I hardly ever see rape being used as the butt of a joke. Not rape rape. I see Ned Beatty's butt poked at all the time. Well, I don't actually see it.... but.... okay, never mind. You know what I'm saying. But that scene has become even more beloved and universally lauded than the moment Harry peed all over Sally and marked his territory or JR Ewing got shot in the eye with a red stapler because he handed in his tps reports late. I guess the question my always light switched on mind has got to ask is....why? Is it because it's Ned Beatty? Do people have some personal vendetta against big man? Were all player haters once after Warren Beatty feeling like good old Ned was a much slower and easier target? Is it because it's a man being raped? Men have feelings too you know.... along with our nipples.

Even in terms of the legacy and appreciation of the film deliverance itself..... all of these years later does anybody remember the riveting performance delivered by Burt Reynolds? Reynolds was, after all, the epitome of early to mid 70's mucho macho. What about Jon Voight? The man who not only is an Academy Award winning actor but also has cool sperm to boot because he created Vagina Jolie?



Nope.

You ask anybody about Deliverance and all anybody will be able to remember was that it was the movie with one hell of a hootnanny complete with a hillbilly milkshake that not only brought Ned Beatty to his knees in the wooded feedyard but had him deliver the mating call heard all around the world. Even to this day I'll bet that guy can not hail a cab without having someone ask him if he would squeal for his ride. But squeal no more. For the man who made us all squeal with delight was laying in a hospice somewhere and emitted his final pig song. 

On a completely un-related note, I should mention all the poor women whose names the entertainment industry and obituary columns are too damn lazy to remember and recognize. So, after all those years of telling people "yep, you know that squeal like a pig guy? I fucked him",  in fact, one might even say these women made him squeal like a pig.... it is them I feel the most pain for. Not Ned Beatty. When he read that script and rehearsed that scene for the first time I'm way sure he knew what he was getting himself into. But these women? Their tiny bit of celebrity that could be milked for all its worth now has been squashed like a halo of flies all racing for the same piece of dung in a pigpen only to wind up crash landing into each other.

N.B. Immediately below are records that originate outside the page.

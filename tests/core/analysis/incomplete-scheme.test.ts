import { describe, expect, it } from 'vitest';
import { runPlan } from '#core/analysis/run-plan.ts';
import { designEfficiency } from '#core/designs/efficiency.ts';
import { sequencesOf } from '#core/designs/sequences-of.ts';
import { randomStream } from '#core/numerics/generator.ts';
import type { SchemeChoice } from '#core/protocol/protocol.ts';
import { nonFinitePaths } from '../../support/finite-numbers.ts';
import { factorOf, measureOf, protocolOf, type Row, snapshotOfRows } from './study-of-rows.ts';

const keys = ['a', 'b', 'c', 'd', 'e', 'f', 'g'];

/** Runs a scheme with one participant a sequence and noise that anyone can draw again. */
function analysed(scheme: SchemeChoice, conditions: readonly string[], periods: number) {
  const stream = randomStream('00000000000000b7', 0);
  const sequences = sequencesOf(scheme, conditions, periods);
  const rows: Row[] = sequences.flatMap((sequence, participant) => {
    const level = 10 * stream.nextUniform();
    return sequence.map((condition, index) => ({
      participant: `p${participant}`,
      condition: conditions[condition]!,
      period: index + 1,
      values: { score: level + 2 * condition - index + 3 * stream.nextUniform() },
    }));
  });
  const protocol = protocolOf({
    withinFactors: [factorOf('tool', conditions)],
    measures: [measureOf({ key: 'score' })],
    scheme,
    periods: {
      count: periods,
      repetitions: 1,
      visits: [Array.from({ length: periods }, (_, index) => index + 1)],
      washout: { minimum: 'PT0S', maximum: null },
    },
  });
  const tree = runPlan(protocol, snapshotOfRows(rows), { seed: 'any' });
  expect(nonFinitePaths(tree)).toEqual([]);
  const result = tree.measures[0]?.method;
  if (result?.method !== 'repeated-measures-anova') throw new Error('another method ran');
  return { sequences, rows, result };
}

describe('an incomplete scheme', () => {
  it('is compared by the published formula of a Youden square', () => {
    const scheme = { kind: 'balanced-incomplete-blocks', carryoverBalanced: false } as const;
    const { rows, result, sequences } = analysed(scheme, keys, 4);
    expect(sequences).toHaveLength(7);
    // published: Cochran & Cox, Experimental Designs, §§9.5 and 13.2: with t = 7, k = r = 4, λ = 2
    // the condition effect is k·Q/(λt), where Q is the total of the condition less the mean of each
    // participant who met it; every condition stands in every period once.
    const adjustedTotal = (condition: string) =>
      rows
        .filter((row) => row.condition === condition)
        .reduce((sum, { participant, values }) => {
          const own = rows.filter((row) => row.participant === participant);
          const total = own.reduce((all, row) => all + Number(row.values.score), 0);
          return sum + Number(values.score) - total / 4;
        }, 0);
    const [primary] = result.comparisonSets;
    expect(primary).toMatchObject({ use: 'primary', estimate: 'adjusted-for-period' });
    expect(primary!.comparisons).toHaveLength(21);
    const errors = new Set<string>();
    for (const comparison of primary!.comparisons) {
      if (!comparison.estimable) throw new Error(comparison.detail);
      const { first, second, estimate, standardError } = comparison;
      const expected = (4 * (adjustedTotal(first) - adjustedTotal(second))) / (2 * 7);
      expect(estimate).toBeCloseTo(expected, 9);
      errors.add((standardError ?? Number.NaN).toFixed(9));
    }
    // published: ibid.: one standard error for all, σ·√(2k/(λt)); 28 observations less 7
    // participants, 3 further periods and 6 further conditions leave 12 degrees of freedom.
    expect(errors.size).toBe(1);
    expect(result.conditionAdjustedForPeriod).toMatchObject({
      estimable: true,
      degreesOfFreedom: 6,
      errorDegreesOfFreedom: 12,
    });
    const { direct } = designEfficiency(sequences, 7);
    expect(direct.contrasts[0]!.variance).toEqual({
      estimable: true,
      value: expect.closeTo((2 * 4) / (2 * 7), 12),
    });
  });

  it('says that no participant met every condition', () => {
    const scheme = { kind: 'balanced-incomplete-blocks', carryoverBalanced: true } as const;
    const { result } = analysed(scheme, keys, 4);
    expect(result.anova).toMatchObject({ estimable: false, reason: 'too-few-participants' });
    expect(result.leftOut).toMatchObject({ withData: 14 });
  });
});

describe('a scheme with a condition for familiarisation', () => {
  it('compares the other conditions alone', () => {
    const scheme = {
      kind: 'constrained-permutations',
      constraints: [{ kind: 'familiarisation-first', condition: 'b' }],
    } as const;
    const { result, rows, sequences } = analysed(scheme, keys.slice(0, 4), 4);
    expect(sequences).toHaveLength(6);
    const meanOf = (condition: string) => {
      const own = rows.filter((row) => row.condition === condition);
      return own.reduce((sum, { values }) => sum + Number(values.score), 0) / own.length;
    };
    for (const set of result.comparisonSets) {
      expect(set.familySize).toBe(3);
      expect(set.comparisons.map(({ first, second }) => first + second)).toEqual([
        'ac',
        'ad',
        'cd',
      ]);
      for (const comparison of set.comparisons) {
        if (!comparison.estimable) throw new Error(comparison.detail);
        // By hand: the other three stand equally often in periods 2 to 4, once for everybody, so
        // that the difference of their plain means is free of participants and periods.
        const { first, second, estimate } = comparison;
        expect(estimate).toBeCloseTo(meanOf(first) - meanOf(second), 9);
      }
    }
    expect(result.conditionAdjustedForPeriod).toMatchObject({ reason: 'rank-deficient' });
  });
});

describe('a scheme in which conditions come twice', () => {
  it.each([
    [{ kind: 'mirrored', base: 'williams' }, 8],
    [{ kind: 'extra-period', base: 'williams' }, 5],
  ] as const)('is analysed with every observation: %j', (scheme, periods) => {
    const { result, sequences } = analysed(scheme, keys.slice(0, 4), periods);
    expect(result.anova).toMatchObject({ estimable: true });
    // By hand: observations less participants, less further periods, less further conditions
    const errorDegreesOfFreedom = sequences.length * periods - sequences.length - (periods - 1) - 3;
    expect(result.conditionAdjustedForPeriod).toMatchObject({
      estimable: true,
      degreesOfFreedom: 3,
      errorDegreesOfFreedom,
    });
  });
});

I don't know, I just can't help but wonder how something like Ned Beatty being sodomized by a shit-toothed moonshiner winds up becoming as epic as the shower scene in Psycho. It just seems weird to me that this whole "squeal like a pig" thing took on a mindset of its own and managed to find its relevance in the history books somewhere between Jimmie Walker lighting his farts and making doo doo dyn-o-mite and Ron Jeremy showing that old lady who fell down and couldn't get up where all the beef was really at. It makes me think. But it also makes me feel like something is wrong here. I can't help it though. I think too much. In addition, I have feelings too, damnit.

Sometimes, my head hurts from thinking too much. Sometimes, my nipples hurt from feeling too much. But, I guess all of this is better than having your butt hurt from being down on the farm.